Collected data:
++++++++

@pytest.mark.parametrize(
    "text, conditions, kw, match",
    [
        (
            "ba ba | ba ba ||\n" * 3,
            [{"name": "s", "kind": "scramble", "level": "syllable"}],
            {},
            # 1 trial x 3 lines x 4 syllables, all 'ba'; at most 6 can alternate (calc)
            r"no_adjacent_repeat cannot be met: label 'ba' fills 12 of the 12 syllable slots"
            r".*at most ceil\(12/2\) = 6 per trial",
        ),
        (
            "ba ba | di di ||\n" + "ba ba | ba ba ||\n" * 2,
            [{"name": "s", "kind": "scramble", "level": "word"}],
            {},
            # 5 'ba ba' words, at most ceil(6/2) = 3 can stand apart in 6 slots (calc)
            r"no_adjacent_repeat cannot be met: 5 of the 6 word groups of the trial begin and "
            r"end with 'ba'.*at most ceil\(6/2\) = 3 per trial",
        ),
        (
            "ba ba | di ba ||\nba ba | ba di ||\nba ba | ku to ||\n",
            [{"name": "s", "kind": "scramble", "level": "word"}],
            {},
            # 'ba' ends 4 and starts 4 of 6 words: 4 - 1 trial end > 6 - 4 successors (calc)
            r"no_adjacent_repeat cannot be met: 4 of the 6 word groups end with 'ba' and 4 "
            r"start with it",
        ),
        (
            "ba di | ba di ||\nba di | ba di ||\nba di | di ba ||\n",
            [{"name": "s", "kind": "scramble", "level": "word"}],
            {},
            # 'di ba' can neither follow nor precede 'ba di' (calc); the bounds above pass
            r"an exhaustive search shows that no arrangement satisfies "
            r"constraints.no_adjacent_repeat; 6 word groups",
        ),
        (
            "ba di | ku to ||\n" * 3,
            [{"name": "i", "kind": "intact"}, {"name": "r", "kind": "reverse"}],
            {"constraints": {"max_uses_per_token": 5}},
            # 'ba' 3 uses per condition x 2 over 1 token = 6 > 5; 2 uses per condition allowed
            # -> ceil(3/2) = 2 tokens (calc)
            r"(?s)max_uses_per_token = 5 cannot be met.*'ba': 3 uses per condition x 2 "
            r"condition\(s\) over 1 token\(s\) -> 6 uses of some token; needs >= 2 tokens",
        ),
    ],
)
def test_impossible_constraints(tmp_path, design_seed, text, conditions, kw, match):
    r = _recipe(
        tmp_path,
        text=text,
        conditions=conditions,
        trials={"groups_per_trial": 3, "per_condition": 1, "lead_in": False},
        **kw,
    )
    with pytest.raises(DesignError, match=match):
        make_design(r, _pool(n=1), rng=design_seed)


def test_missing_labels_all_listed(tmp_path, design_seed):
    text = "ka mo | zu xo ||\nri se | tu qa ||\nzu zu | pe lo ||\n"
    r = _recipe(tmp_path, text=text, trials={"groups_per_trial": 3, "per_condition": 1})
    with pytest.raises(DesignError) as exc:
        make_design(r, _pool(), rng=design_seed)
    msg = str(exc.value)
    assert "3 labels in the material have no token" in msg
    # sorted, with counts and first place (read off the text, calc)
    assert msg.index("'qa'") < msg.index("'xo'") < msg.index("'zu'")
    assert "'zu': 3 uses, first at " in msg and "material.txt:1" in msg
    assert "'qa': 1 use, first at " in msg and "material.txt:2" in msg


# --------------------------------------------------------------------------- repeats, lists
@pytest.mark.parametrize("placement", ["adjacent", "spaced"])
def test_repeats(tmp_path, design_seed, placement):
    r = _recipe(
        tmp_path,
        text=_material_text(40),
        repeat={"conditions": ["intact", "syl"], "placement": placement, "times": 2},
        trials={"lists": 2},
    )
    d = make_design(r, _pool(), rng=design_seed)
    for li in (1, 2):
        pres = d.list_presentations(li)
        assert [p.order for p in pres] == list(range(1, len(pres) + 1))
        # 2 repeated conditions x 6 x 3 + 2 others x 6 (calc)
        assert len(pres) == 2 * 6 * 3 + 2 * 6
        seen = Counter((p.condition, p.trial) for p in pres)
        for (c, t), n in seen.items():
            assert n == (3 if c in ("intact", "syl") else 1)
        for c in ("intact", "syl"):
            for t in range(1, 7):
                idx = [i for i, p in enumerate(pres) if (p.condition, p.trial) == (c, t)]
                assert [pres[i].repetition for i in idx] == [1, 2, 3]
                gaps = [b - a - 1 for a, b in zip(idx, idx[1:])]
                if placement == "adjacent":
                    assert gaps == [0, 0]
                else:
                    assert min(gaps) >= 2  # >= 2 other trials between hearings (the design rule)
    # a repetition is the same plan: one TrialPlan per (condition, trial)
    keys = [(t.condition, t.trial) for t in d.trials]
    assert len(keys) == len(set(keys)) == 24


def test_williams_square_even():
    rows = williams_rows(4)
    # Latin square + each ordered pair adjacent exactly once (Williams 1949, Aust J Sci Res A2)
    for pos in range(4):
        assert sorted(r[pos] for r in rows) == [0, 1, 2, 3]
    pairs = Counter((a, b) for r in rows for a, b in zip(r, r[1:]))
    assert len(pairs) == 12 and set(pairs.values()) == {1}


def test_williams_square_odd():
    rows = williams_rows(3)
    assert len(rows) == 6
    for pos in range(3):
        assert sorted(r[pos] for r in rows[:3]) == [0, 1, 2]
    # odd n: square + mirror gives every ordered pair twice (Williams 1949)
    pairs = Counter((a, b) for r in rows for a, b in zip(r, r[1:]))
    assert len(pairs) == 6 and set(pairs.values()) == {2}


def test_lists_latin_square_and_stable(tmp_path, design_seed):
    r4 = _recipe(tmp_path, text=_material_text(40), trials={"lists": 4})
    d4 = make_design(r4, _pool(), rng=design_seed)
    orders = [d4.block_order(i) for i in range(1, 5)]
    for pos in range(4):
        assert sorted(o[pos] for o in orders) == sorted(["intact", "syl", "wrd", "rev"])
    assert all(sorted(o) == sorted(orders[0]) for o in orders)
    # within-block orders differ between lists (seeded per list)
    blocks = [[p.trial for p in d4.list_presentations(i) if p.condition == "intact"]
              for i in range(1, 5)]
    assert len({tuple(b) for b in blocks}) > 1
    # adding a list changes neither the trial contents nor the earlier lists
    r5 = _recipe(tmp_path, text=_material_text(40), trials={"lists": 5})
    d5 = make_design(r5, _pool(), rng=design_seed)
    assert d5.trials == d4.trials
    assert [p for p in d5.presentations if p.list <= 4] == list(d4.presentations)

++++++++

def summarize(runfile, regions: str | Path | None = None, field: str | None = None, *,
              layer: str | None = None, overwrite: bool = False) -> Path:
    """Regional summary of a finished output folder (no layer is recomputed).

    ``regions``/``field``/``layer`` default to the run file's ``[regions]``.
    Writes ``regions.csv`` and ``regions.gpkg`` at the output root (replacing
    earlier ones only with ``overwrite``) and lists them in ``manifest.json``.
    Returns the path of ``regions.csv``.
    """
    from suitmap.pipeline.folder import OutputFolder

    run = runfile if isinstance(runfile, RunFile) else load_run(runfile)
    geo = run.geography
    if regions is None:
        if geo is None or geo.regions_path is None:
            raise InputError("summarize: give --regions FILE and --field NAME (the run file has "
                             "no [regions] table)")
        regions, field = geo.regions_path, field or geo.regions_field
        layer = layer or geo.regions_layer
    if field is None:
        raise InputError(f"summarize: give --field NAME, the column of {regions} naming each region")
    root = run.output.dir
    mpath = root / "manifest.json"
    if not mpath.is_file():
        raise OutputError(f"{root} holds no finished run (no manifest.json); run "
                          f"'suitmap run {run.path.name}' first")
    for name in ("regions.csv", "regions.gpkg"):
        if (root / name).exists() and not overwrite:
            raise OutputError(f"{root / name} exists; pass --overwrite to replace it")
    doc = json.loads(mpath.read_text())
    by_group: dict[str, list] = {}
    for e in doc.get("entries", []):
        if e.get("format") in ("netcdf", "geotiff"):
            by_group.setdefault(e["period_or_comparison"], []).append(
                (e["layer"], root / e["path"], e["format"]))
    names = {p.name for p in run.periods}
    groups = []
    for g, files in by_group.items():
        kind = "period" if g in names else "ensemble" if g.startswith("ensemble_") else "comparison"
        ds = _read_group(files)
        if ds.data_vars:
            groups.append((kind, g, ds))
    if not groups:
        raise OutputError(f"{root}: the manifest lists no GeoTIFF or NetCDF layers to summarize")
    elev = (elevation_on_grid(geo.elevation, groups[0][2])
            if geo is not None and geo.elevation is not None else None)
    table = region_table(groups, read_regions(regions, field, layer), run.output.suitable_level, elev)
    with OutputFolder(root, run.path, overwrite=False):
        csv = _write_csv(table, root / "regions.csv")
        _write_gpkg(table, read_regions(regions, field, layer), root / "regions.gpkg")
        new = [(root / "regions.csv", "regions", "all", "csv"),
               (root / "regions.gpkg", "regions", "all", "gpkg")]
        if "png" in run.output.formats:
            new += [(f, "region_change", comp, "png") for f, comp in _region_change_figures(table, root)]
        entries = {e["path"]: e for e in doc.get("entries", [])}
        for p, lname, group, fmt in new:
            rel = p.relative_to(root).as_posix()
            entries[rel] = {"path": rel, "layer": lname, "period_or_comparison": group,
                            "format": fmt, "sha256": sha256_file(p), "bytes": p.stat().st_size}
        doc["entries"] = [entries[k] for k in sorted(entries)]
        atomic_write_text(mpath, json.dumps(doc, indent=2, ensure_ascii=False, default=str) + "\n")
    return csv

++++++++

EXERCISE AIM
Take exactly the lines from the one containing "if (root / name).exists()" through the one containing "layer), run.output.suitable_level, elev)" in the data above, and output them with nothing added.

OUTPUT
        if (root / name).exists() and not overwrite:
            raise OutputError(f"{root / name} exists; pass --overwrite to replace it")
    doc = json.loads(mpath.read_text())
    by_group: dict[str, list] = {}
    for e in doc.get("entries", []):
        if e.get("format") in ("netcdf", "geotiff"):
            by_group.setdefault(e["period_or_comparison"], []).append(
                (e["layer"], root / e["path"], e["format"]))
    names = {p.name for p in run.periods}
    groups = []
    for g, files in by_group.items():
        kind = "period" if g in names else "ensemble" if g.startswith("ensemble_") else "comparison"
        ds = _read_group(files)
        if ds.data_vars:
            groups.append((kind, g, ds))
    if not groups:
        raise OutputError(f"{root}: the manifest lists no GeoTIFF or NetCDF layers to summarize")
    elev = (elevation_on_grid(geo.elevation, groups[0][2])
            if geo is not None and geo.elevation is not None else None)
    table = region_table(groups, read_regions(regions, field, layer), run.output.suitable_level, elev)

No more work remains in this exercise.